**Task statement**. Within the entries below, find every line that has the string "parts", then copy it.

**Data shown**.
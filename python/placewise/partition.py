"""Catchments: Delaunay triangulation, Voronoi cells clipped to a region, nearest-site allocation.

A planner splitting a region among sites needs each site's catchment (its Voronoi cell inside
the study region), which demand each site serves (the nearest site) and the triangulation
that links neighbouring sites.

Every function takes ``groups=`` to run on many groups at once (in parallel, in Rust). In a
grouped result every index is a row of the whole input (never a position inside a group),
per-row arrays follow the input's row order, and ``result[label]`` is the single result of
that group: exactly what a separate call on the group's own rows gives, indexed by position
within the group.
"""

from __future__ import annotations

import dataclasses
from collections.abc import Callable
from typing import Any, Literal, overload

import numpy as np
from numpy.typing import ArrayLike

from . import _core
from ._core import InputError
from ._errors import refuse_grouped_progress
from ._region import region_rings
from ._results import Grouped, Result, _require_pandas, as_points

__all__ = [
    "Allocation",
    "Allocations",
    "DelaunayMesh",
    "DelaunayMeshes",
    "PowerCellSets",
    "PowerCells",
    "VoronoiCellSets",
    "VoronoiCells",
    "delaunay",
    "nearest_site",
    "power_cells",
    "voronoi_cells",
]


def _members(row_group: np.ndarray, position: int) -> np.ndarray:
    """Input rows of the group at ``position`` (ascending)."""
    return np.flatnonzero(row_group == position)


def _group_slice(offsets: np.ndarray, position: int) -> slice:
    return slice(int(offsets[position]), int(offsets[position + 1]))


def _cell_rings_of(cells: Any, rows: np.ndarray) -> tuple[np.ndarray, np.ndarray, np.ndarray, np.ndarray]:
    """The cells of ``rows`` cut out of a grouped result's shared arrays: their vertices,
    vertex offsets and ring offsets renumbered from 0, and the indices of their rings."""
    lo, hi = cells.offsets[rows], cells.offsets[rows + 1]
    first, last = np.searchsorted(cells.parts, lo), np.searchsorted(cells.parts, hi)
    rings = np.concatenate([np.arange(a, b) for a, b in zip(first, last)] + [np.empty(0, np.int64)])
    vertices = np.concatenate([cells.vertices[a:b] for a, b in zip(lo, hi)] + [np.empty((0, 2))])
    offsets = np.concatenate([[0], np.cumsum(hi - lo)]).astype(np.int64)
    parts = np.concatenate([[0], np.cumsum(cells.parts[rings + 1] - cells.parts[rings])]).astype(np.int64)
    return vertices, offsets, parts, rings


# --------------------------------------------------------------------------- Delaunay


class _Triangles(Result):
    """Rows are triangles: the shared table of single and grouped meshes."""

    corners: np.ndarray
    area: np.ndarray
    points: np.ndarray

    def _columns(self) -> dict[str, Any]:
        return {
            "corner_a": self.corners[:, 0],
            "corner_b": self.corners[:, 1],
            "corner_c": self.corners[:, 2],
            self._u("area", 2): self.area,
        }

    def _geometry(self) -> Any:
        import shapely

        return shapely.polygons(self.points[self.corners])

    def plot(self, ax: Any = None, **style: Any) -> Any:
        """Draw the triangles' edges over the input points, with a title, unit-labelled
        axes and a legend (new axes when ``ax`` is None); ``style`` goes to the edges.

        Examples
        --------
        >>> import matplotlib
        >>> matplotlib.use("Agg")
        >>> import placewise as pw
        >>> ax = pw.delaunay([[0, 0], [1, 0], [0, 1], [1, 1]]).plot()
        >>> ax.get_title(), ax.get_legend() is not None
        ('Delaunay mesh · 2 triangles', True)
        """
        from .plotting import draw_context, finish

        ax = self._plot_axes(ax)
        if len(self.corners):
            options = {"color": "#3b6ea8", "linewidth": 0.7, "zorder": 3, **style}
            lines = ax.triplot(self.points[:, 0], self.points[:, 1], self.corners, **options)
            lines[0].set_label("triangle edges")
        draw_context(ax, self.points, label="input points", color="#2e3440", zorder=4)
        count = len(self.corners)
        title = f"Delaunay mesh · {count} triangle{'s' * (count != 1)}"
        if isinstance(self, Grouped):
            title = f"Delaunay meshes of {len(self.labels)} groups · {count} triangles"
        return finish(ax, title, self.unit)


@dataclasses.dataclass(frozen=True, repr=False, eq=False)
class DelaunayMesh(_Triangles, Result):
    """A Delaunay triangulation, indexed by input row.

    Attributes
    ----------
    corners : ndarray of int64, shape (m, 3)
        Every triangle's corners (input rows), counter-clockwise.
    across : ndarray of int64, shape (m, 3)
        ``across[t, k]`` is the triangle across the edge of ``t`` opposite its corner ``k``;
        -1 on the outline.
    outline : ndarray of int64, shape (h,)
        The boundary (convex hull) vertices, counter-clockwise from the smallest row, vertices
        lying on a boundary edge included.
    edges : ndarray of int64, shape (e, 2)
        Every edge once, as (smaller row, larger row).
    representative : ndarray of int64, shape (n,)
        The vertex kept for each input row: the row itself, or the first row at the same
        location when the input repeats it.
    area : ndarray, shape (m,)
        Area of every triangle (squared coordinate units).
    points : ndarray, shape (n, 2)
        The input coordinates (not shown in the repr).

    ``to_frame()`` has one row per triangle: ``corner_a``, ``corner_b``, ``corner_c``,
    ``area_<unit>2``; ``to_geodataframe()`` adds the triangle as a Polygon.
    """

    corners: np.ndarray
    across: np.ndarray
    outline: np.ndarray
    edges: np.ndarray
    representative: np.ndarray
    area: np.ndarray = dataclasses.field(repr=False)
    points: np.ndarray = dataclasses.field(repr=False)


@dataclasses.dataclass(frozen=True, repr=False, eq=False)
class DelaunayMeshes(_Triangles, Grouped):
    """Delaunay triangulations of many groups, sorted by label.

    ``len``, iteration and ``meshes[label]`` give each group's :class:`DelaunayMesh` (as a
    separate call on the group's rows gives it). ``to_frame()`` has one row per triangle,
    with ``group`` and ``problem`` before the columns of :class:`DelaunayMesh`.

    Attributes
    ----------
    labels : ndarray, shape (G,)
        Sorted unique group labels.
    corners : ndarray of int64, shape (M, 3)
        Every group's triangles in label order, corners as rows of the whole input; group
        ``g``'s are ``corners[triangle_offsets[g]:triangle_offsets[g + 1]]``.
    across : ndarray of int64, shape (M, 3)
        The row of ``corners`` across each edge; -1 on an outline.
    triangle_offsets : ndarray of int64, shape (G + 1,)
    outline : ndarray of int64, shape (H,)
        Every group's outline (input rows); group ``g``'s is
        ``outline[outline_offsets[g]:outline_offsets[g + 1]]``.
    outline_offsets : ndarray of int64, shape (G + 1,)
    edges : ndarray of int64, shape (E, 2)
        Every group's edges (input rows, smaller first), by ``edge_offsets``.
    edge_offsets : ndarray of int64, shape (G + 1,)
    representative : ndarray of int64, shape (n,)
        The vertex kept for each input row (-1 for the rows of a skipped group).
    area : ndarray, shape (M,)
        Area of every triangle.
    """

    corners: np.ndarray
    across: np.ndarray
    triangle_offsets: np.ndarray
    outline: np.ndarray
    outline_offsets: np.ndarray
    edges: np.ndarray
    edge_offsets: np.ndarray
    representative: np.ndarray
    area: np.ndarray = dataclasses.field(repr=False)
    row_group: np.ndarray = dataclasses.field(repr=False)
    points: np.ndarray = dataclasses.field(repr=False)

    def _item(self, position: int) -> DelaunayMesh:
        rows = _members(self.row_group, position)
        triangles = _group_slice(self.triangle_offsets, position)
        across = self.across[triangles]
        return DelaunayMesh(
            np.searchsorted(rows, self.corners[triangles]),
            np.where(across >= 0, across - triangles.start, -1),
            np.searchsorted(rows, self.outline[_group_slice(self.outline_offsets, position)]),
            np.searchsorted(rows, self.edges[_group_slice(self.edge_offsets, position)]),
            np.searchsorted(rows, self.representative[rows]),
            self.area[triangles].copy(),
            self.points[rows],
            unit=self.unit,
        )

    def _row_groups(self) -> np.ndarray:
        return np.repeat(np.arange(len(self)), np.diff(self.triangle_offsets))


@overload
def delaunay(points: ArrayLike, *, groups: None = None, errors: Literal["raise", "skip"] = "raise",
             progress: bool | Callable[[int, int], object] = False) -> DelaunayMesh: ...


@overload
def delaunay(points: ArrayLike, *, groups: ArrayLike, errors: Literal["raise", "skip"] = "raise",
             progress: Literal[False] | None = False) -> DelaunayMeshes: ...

* * *

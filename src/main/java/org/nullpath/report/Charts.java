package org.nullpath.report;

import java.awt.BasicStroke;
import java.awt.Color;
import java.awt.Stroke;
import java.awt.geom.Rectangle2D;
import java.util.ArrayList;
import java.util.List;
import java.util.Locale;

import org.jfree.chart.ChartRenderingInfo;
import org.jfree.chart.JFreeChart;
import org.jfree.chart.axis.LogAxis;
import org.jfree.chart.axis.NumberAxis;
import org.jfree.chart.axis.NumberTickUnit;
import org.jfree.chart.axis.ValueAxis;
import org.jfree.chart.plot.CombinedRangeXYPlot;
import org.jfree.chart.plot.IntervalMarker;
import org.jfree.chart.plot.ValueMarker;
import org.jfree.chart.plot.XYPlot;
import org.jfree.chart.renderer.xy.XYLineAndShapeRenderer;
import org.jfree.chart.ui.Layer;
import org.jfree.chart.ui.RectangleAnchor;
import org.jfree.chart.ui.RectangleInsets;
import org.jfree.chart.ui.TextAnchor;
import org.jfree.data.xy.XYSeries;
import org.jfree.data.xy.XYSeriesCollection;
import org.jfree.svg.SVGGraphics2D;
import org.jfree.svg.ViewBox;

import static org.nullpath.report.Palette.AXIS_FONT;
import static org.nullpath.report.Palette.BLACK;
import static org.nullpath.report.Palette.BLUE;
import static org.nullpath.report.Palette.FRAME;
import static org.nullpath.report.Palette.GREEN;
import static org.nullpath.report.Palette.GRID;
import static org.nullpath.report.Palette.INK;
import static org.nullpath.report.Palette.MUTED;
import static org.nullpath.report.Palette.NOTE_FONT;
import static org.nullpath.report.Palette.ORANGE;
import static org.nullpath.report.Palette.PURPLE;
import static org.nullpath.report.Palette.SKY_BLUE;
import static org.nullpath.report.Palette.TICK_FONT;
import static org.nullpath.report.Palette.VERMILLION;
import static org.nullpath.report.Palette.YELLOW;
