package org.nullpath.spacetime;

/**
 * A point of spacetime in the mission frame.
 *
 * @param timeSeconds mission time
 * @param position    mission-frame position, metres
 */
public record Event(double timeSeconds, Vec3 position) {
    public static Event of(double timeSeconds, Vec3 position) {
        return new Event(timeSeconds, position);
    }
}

**Response**.
    first, last = np.searchsorted(cells.parts, lo), np.searchsorted(cells.parts, hi)
    parts = np.concatenate([[0], np.cumsum(cells.parts[rings + 1] - cells.parts[rings])]).astype(np.int64)
    return vertices, offsets, parts, rings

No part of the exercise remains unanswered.